Celsion Corporation
Sep 21, 2009

Data Safety Monitoring Board Recommends Continuation of Celsion's Phase III ThermoDox(R) Study for Primary Liver Cancer

COLUMBIA, Md., Sep 21, 2009 (BUSINESS WIRE) -- Celsion Corporation (NASDAQ:CLSN) announced today the Data Safety Monitoring Board ("DSMB") has reviewed the safety data from the first group of patients enrolled in its pivotal ThermoDox(R) Phase III clinical trial for primary liver cancer ("HEAT study") and has recommended that Celsion continue to enroll patients in the trial.

The DSMB for the ThermoDox HEAT study is comprised of an independent group of medical and scientific experts who are responsible for reviewing and evaluating patient safety and efficacy data. The DSMB reviews safety data at regular intervals and its charter is to ensure patient safety and monitor the quality and overall conduct of the study. The study design and statistical plan for the Phase III ThermoDox trial also incorporates a pre-planned interim efficacy analysis by the DSMB after patient enrollment is complete with the intent to stop the study if there is overwhelming evidence of treatment benefit or an extremely low probability of treatment success.
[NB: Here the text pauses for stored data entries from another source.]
/// Linear interpolation of (t, y) at the times `at`, all inside [t₀, tₙ]
/// (strictly increasing `t`). A single-sample `t` gives its one value.
pub fn interpolate(t: &[f64], y: &[f64], at: &[f64]) -> Vec<f64> {
    at.iter()
        .map(|&x| {
            let k = t.partition_point(|&ti| ti <= x);
            match k {
                0 => y.first().copied().unwrap_or(f64::NAN),
                k if k >= t.len() => y.last().copied().unwrap_or(f64::NAN),
                k => {
                    let (t0, t1, y0, y1) = (t[k - 1], t[k], y[k - 1], y[k]);
                    if x == t0 {
                        y0
                    } else {
                        y0 + (y1 - y0) * (x - t0) / (t1 - t0)
                    }
                }
            }
        })
        .collect()
}

/// Replaces `baseline` with a copy of `result`, atomically: the copy is
/// written under a hidden temporary name beside the baseline, flushed and
/// renamed into place, so a crash leaves either the old or the new baseline.
/// The result is read first and must be a valid results file.
pub fn update_baseline(result: &Path, baseline: &Path) -> Result<(), CheckError> {
    read_hdf5(result).map_err(|source| CheckError::Read {
        role: "result",
        source,
    })?;
    let io = |path: &Path, action: &str| {
        let path = path.to_path_buf();
        let action = action.to_string();
        move |source| CheckError::Io {
            path,
            action,
            source,
        }
    };
    crate::output::write_atomically(baseline, |temp| {
        let mut from = fs::File::open(result).map_err(io(result, "opening the result"))?;
        let mut to = fs::OpenOptions::new()
            .write(true)
            .open(temp)
            .map_err(io(temp, "opening the copy"))?;
        std::io::copy(&mut from, &mut to).map_err(io(temp, "copying the result"))?;
        Ok(())
    })
}

#[cfg(test)]
mod tests;
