//! Stage 4, powertrain and brakes: the torque each drive unit can give or
//! take now (engines under torque, power and fuel-flow limits;
//! motor-generators under their own limits and the energy store's), the
//! split of the drive demand between the axles, electric deployment, the
//! blending of regenerative and friction braking (`brakes.rs`), the
//! differentials, and the power, fuel and energy flows that result.

use super::brakes::{blend_brakes, per_axle};
use super::commands::{Commands, Deploy};
use super::state::{FUEL_USED, STORE_ENERGY, State, WHEEL_SPEED};
use super::store::{StoreLimits, energy_rate, state_of_charge, store_limits};
use super::units::{
    electrical_power, engine_available_torque, fuel_mass_flow, generator_available_torque,
    motor_available_torque, motor_generator, shaft_torque, torque_for_output_power,
    torque_from_input_power,
};
use super::wheels::STANDSTILL_WHEEL_SPEED;
use crate::params::{DifferentialKind, DriveUnit, FRONT, Machine, REAR, UnitKind, Vehicle};

/// Drive and brake torques at the wheels of one evaluation.
#[derive(Debug, Clone, Copy, Default, PartialEq)]
pub struct WheelTorques {
    /// Powertrain torque at each wheel after the differential, torque
    /// vectoring included, N·m (negative while a motor-generator brakes it).
    pub drive: [f64; 4],
    /// Friction brake torque at each wheel (magnitude, before the standstill fade), N·m.
    pub brake: [f64; 4],
    /// Net powertrain torque at the wheels per axle [front, rear], N·m (both
    /// wheels, before vectoring; regenerative braking counts negative).
    pub axle_drive: [f64; 2],
    /// Drive torque available at the wheels per axle [front, rear], N·m.
    pub axle_available: [f64; 2],
}

/// Power, fuel and energy quantities of one evaluation. Arrays are per axle
/// [front, rear] and zero where the axle has no unit of that kind. Sums and
/// shares are methods, so that each quantity is defined once.
#[derive(Debug, Clone, Copy, Default, PartialEq)]
pub struct PowertrainOutput {
    /// Torque at each unit's shaft, N·m (negative while generating).
    pub unit_torque: [f64; 2],
    /// Speed of each unit's shaft, ratio × mean wheel speed of its axle, rad/s.
    pub unit_speed: [f64; 2],
    /// Electrical power at each motor-generator's terminals, W (positive drawn from the store).
    pub electrical_power: [f64; 2],
    /// Fuel mass flow of each engine with a fuel model, kg/s.
    pub fuel_mass_flow: [f64; 2],
    /// Regenerative brake torque at the wheels per axle, N·m (≥ 0, both wheels).
    pub regen_brake_torque: [f64; 2],
    /// Friction brake torque per axle, N·m (both wheels, per-wheel extras included).
    pub friction_brake_torque: [f64; 2],
    /// Braking torque each axle's generator could take now at the wheels, N·m.
    pub available_regen_torque: [f64; 2],
    /// State of charge of the store, 1 (0 without a store).
    pub state_of_charge: f64,
    /// Rate of change of the stored energy, W (the derivative of `store_energy`).
    pub store_energy_rate: f64,
    /// Kind of the unit on each axle (`None`: no unit).
    pub unit_kind: [Option<UnitKind>; 2],
    /// Front share of the braking force, 1 ([`braking_front_share`](Self::braking_front_share)
    /// of the vehicle evaluated).
    pub braking_front_share: f64,
}

impl PowertrainOutput {
    /// Mechanical power at the shaft of the unit on `axle`, T·ω, W (negative while generating).
    pub fn unit_power(&self, axle: usize) -> f64 {
        self.unit_torque[axle] * self.unit_speed[axle]
    }

    /// Power at the store's terminals (sum over the motor-generators), W (positive discharging).
    pub fn store_terminal_power(&self) -> f64 {
        self.electrical_power[FRONT] + self.electrical_power[REAR]
    }

    /// Fuel mass flow of all engines, kg/s (the derivative of `fuel_used`).
    pub fn total_fuel_mass_flow(&self) -> f64 {
        self.fuel_mass_flow[FRONT] + self.fuel_mass_flow[REAR]
    }

    /// `f(axle)` summed over the axles whose unit is of `kind`.
    #[inline]
    fn sum_of(&self, kind: UnitKind, f: impl Fn(usize) -> f64) -> f64 {
        let mut sum = 0.0;
        for k in [FRONT, REAR] {
            if self.unit_kind[k] == Some(kind) {
                sum += f(k);
            }
        }
        sum
    }

    /// Torque at the engines' shafts, summed, N·m (≥ 0: an engine only drives).
    pub fn engine_torque(&self) -> f64 {
        self.sum_of(UnitKind::Engine, |k| self.unit_torque[k])
    }

    /// Shaft power of the engines, T·ω summed, W.
    pub fn engine_power(&self) -> f64 {
        self.sum_of(UnitKind::Engine, |k| self.unit_power(k))
    }

    /// Torque at the motor-generators' shafts, summed, N·m (negative generating).
    pub fn motor_generator_torque(&self) -> f64 {
        self.sum_of(UnitKind::MotorGenerator, |k| self.unit_torque[k])
    }

    /// Mechanical shaft power of the motor-generators, T·ω summed, W
    /// (negative generating).
    pub fn motor_generator_mechanical_power(&self) -> f64 {
        self.sum_of(UnitKind::MotorGenerator, |k| self.unit_power(k))
    }

    /// Shaft power of the units of `kind` on `v`, summed, W.
    pub fn power_of(&self, v: &Vehicle, kind: UnitKind) -> f64 {
        [FRONT, REAR]
            .into_iter()
            .filter(|&k| {
                v.powertrain.units[k]
                    .as_ref()
                    .is_some_and(|u| u.kind() == kind)
            })
            .map(|k| self.unit_power(k))
            .sum()
    }

    /// Front share of the braking force on `v`: Σ(friction + regeneration)/R
    /// per axle, 1; the brake bias when nothing brakes.
    pub fn braking_front_share(&self, v: &Vehicle) -> f64 {
        let force = [FRONT, REAR].map(|k| {
            (self.friction_brake_torque[k] + self.regen_brake_torque[k]) / v.tyres[k].rolling_radius
        });
        let total = force[FRONT] + force[REAR];
        if total > 0.0 {
            force[FRONT] / total
        } else {
            v.brakes.front_bias
        }
    }
}

/// What each axle's unit can do now, and the store's share for each.
#[derive(Debug, Clone, Copy, Default)]
struct Availability {
    /// Shaft speed of each unit, rad/s.
    speed: [f64; 2],
    /// Drive torque available at the wheels, N·m (≥ 0).
    drive: [f64; 2],
    /// Generating (braking) torque available at the wheels, N·m (≥ 0).
    generate: [f64; 2],
    /// Share of the store's power for each motor-generator, 1.
    share: [f64; 2],
}

/// Mean wheel speed of an axle, rad/s.
#[inline]
fn axle_wheel_speed(x: &State, axle: usize) -> f64 {
    0.5 * (x[WHEEL_SPEED + 2 * axle] + x[WHEEL_SPEED + 2 * axle + 1])
}

/// Drive and generating torque each axle can give now. The store's power
/// (after the harvest limit) is shared by the motor-generators in proportion
/// to their power ratings; generating fades out below
/// [`STANDSTILL_WHEEL_SPEED`] like the friction brakes (a generator cannot
/// hold a car at rest).
#[inline]
fn availability(v: &Vehicle, x: &State, c: &Commands, limits: StoreLimits) -> Availability {
    let units = &v.powertrain.units;
    let rating = |k: usize| {
        units[k]
            .as_ref()
            .filter(|u| motor_generator(u).is_some())
            .map_or(0.0, |u| u.max_power)
    };
    let mut a = Availability::default();
    for (k, unit) in units.iter().enumerate() {
        let Some(u) = unit else { continue };
        let wheel_speed = axle_wheel_speed(x, k);
        let speed = u.ratio * wheel_speed;
        a.speed[k] = speed;
        let to_wheels = u.efficiency * u.ratio;
        match &u.machine {
            Machine::Engine(fuel) => {
                a.drive[k] = to_wheels * engine_available_torque(u, fuel.as_ref(), speed);
            }
            Machine::MotorGenerator(mg) => {
                let harvest = c
                    .powertrain
                    .harvest_limit
                    .map_or(f64::INFINITY, |h| h.max(0.0));
                a.share[k] = u.max_power / (rating(FRONT) + rating(REAR));
                let discharge = a.share[k] * limits.discharge;
                let charge = a.share[k] * limits.charge.min(harvest);
                a.drive[k] = to_wheels * motor_available_torque(u, mg, speed, discharge);
                let fade = (wheel_speed / STANDSTILL_WHEEL_SPEED).clamp(0.0, 1.0);
                a.generate[k] =
                    fade * generator_available_torque(mg, speed, charge) * u.ratio / u.efficiency;
            }
        }
    }
    a
}

/// Wheel torque (both wheels) a deployment request asks of the unit on an
/// axle holding `share` of the store, N·m.
#[inline]
fn deployed_torque(u: &DriveUnit, speed: f64, share: f64, deploy: Deploy) -> f64 {
    let Some(mg) = motor_generator(u) else {
        return 0.0;
    };
    match deploy {
        Deploy::Torque(t) => share * t,
        Deploy::Power(p) if p >= 0.0 => {
            let shaft =
                torque_from_input_power(&mg.motoring_efficiency, speed, share * p, f64::INFINITY);
            shaft * u.efficiency * u.ratio
        }
        Deploy::Power(p) => {
            let shaft = torque_for_output_power(
                &mg.generating_efficiency,
                speed,
                -share * p,
                f64::INFINITY,
            );
            -shaft * u.ratio / u.efficiency
        }
    }
}

/// Drive torque asked of each axle, N·m at the wheels, within its limits
/// [−generating, drive] available.
///
/// Request mode: T = request × (sum of available torques), sent front/rear
/// by the share. Axle-torque mode: the given torques. A deployment request
/// replaces the motor-generators' demand; the drive request then asks each
/// other unit for that fraction of its own available torque. With spare
/// torque on (and no deployment), the positive demand one axle cannot meet
/// goes to the other axle, so a full request delivers all available torque.
#[inline]
fn drive_demand(v: &Vehicle, c: &Commands, a: &Availability) -> [f64; 2] {
    let units = &v.powertrain.units;
    let deploy = c.powertrain.deploy;
    let request = c.drive_request.clamp(0.0, 1.0);
    let mut demand = match (c.axle_torque, deploy) {
        (Some(t), _) => t,
        (None, Some(_)) => [request * a.drive[FRONT], request * a.drive[REAR]],
        (None, None) => {
            let share = c.front_share.clamp(0.0, 1.0);
            let total = request * (a.drive[FRONT] + a.drive[REAR]);
            [share * total, (1.0 - share) * total]
        }
    };
    if let Some(d) = deploy {
        for (k, unit) in units.iter().enumerate() {
            if let Some(u) = unit.as_ref().filter(|u| motor_generator(u).is_some()) {
                demand[k] = deployed_torque(u, a.speed[k], a.share[k], d);
            }
        }
    }
    let mut torque = per_axle(|k| demand[k].clamp(-a.generate[k], a.drive[k]));
    let spare = c
        .powertrain
        .spare_torque_to_other_axle
        .unwrap_or(v.powertrain.spare_torque_to_other_axle);
    if spare && deploy.is_none() {
        let unmet = per_axle(|k| (demand[k] - torque[k]).max(0.0));
        for (k, other) in [(FRONT, REAR), (REAR, FRONT)] {
            torque[other] = (torque[other] + unmet[k]).min(a.drive[other].max(torque[other]));
        }
    }
    torque
}

/// Torque sent to the left and right wheels of a driven axle, N·m.
///
/// Open: equal halves. The locking torque of a locked or limited-slip
/// differential is a viscous stand-in for stiction, c·(ω_left − ω_right),
/// saturated at the locking capacity: infinite for locked, preload +
/// locking·|T_in| for a torque-sensing limited-slip unit (Milliken & Milliken,
/// *Race Car Vehicle Dynamics*, ch. 20, limited-slip differentials, from memory).
#[inline]
pub fn differential_split(u: &DriveUnit, torque: f64, w_left: f64, w_right: f64) -> (f64, f64) {
    let d = &u.differential;
    let capacity = match d.kind {
        DifferentialKind::Open => 0.0,
        DifferentialKind::Locked => f64::INFINITY,
        DifferentialKind::LimitedSlip => d.preload + d.locking * torque.abs(),
    };
    let lock = (d.coupling_damping * (w_left - w_right)).clamp(-capacity, capacity);
    (0.5 * torque - lock, 0.5 * torque + lock)
}

/// The powertrain and brakes stage: drive and brake torque at every wheel,
/// and the power, fuel and energy flows (see the module documentation and
/// each function for the equations).
#[inline(always)]
pub fn powertrain(v: &Vehicle, x: &State, c: &Commands) -> (WheelTorques, PowertrainOutput) {
    let pt = &v.powertrain;
    let mut out = PowertrainOutput::default();
    let mut limits = StoreLimits::default();
    if let Some(s) = &pt.store {
        out.state_of_charge = state_of_charge(s, x[STORE_ENERGY]);
        limits = store_limits(s, x[STORE_ENERGY]);
    }
    let a = availability(v, x, c, limits);
    let drive_torque = drive_demand(v, c, &a);
    // Regenerative capacity left on each axle after its drive command.
    let capacity = per_axle(|k| (a.generate[k] + drive_torque[k]).max(0.0));
    let rule = c.powertrain.blending.unwrap_or(v.brakes.blending);
    let split = blend_brakes(&v.brakes, rule, c.brake_request, capacity);
    let mut wheels = WheelTorques {
        axle_available: a.drive,
        ..WheelTorques::default()
    };
    for (k, unit) in pt.units.iter().enumerate() {
        let Some(u) = unit else { continue };
        let net = drive_torque[k] - split.regen[k];
        wheels.axle_drive[k] = net;
        let (left, right) =
            differential_split(u, net, x[WHEEL_SPEED + 2 * k], x[WHEEL_SPEED + 2 * k + 1]);
        wheels.drive[2 * k] = left;
        wheels.drive[2 * k + 1] = right;
        unit_flows(u, k, net, a.speed[k], &mut out);
    }
    for i in 0..4 {
        wheels.drive[i] += c.wheel_torque[i];
        wheels.brake[i] = 0.5 * split.friction[i / 2] + c.wheel_brake[i].max(0.0);
    }
    out.regen_brake_torque = split.regen;
    out.available_regen_torque = a.generate;
    out.friction_brake_torque = per_axle(|k| wheels.brake[2 * k] + wheels.brake[2 * k + 1]);
    if let Some(s) = &pt.store {
        out.store_energy_rate = energy_rate(s, out.store_terminal_power());
    }
    out.braking_front_share = out.braking_front_share(v);
    (wheels, out)
}

/// Shaft torque and speed, electrical power and fuel flow of the unit on
/// axle `k` giving net wheel torque `net` (N·m) at shaft speed `speed` (rad/s).
#[inline]
fn unit_flows(u: &DriveUnit, k: usize, net: f64, speed: f64, out: &mut PowertrainOutput) {
    let torque = shaft_torque(u, net);
    out.unit_torque[k] = torque;
    out.unit_speed[k] = speed;
    out.unit_kind[k] = Some(u.kind());
    match &u.machine {
        Machine::Engine(Some(f)) => out.fuel_mass_flow[k] = fuel_mass_flow(f, speed, torque),
        Machine::Engine(None) => {}
        Machine::MotorGenerator(mg) => {
            out.electrical_power[k] = electrical_power(mg, speed, torque)
        }
    }
}

/// Writes the derivatives of fuel used (kg) and stored energy (J) into `d`.
#[inline(always)]
pub fn energy_equations(out: &PowertrainOutput, d: &mut State) {
    d[FUEL_USED] = out.total_fuel_mass_flow();
    d[STORE_ENERGY] = out.store_energy_rate;
}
Michael H. Tardugno, President and Chief Executive Officer of Celsion stated, "We are pleased that the DSMB has recommended continuing the study based on its review of the safety data. We expect patient enrollment to continue to accelerate, as the trial was recently expanded to Japan in coordination with our exclusive Japanese license partner Yakult. We note that under our partnership, Yakult will bear all costs associated with the Japanese cohort. Additionally, Celsion anticipates that regulatory approval for new clinical sites in China is imminent. Together with the expected activation of sites in Malaysia, the Philippines, and Thailand, the Company projects 60 sites by year end. We expect to complete enrollment in the spring of 2010."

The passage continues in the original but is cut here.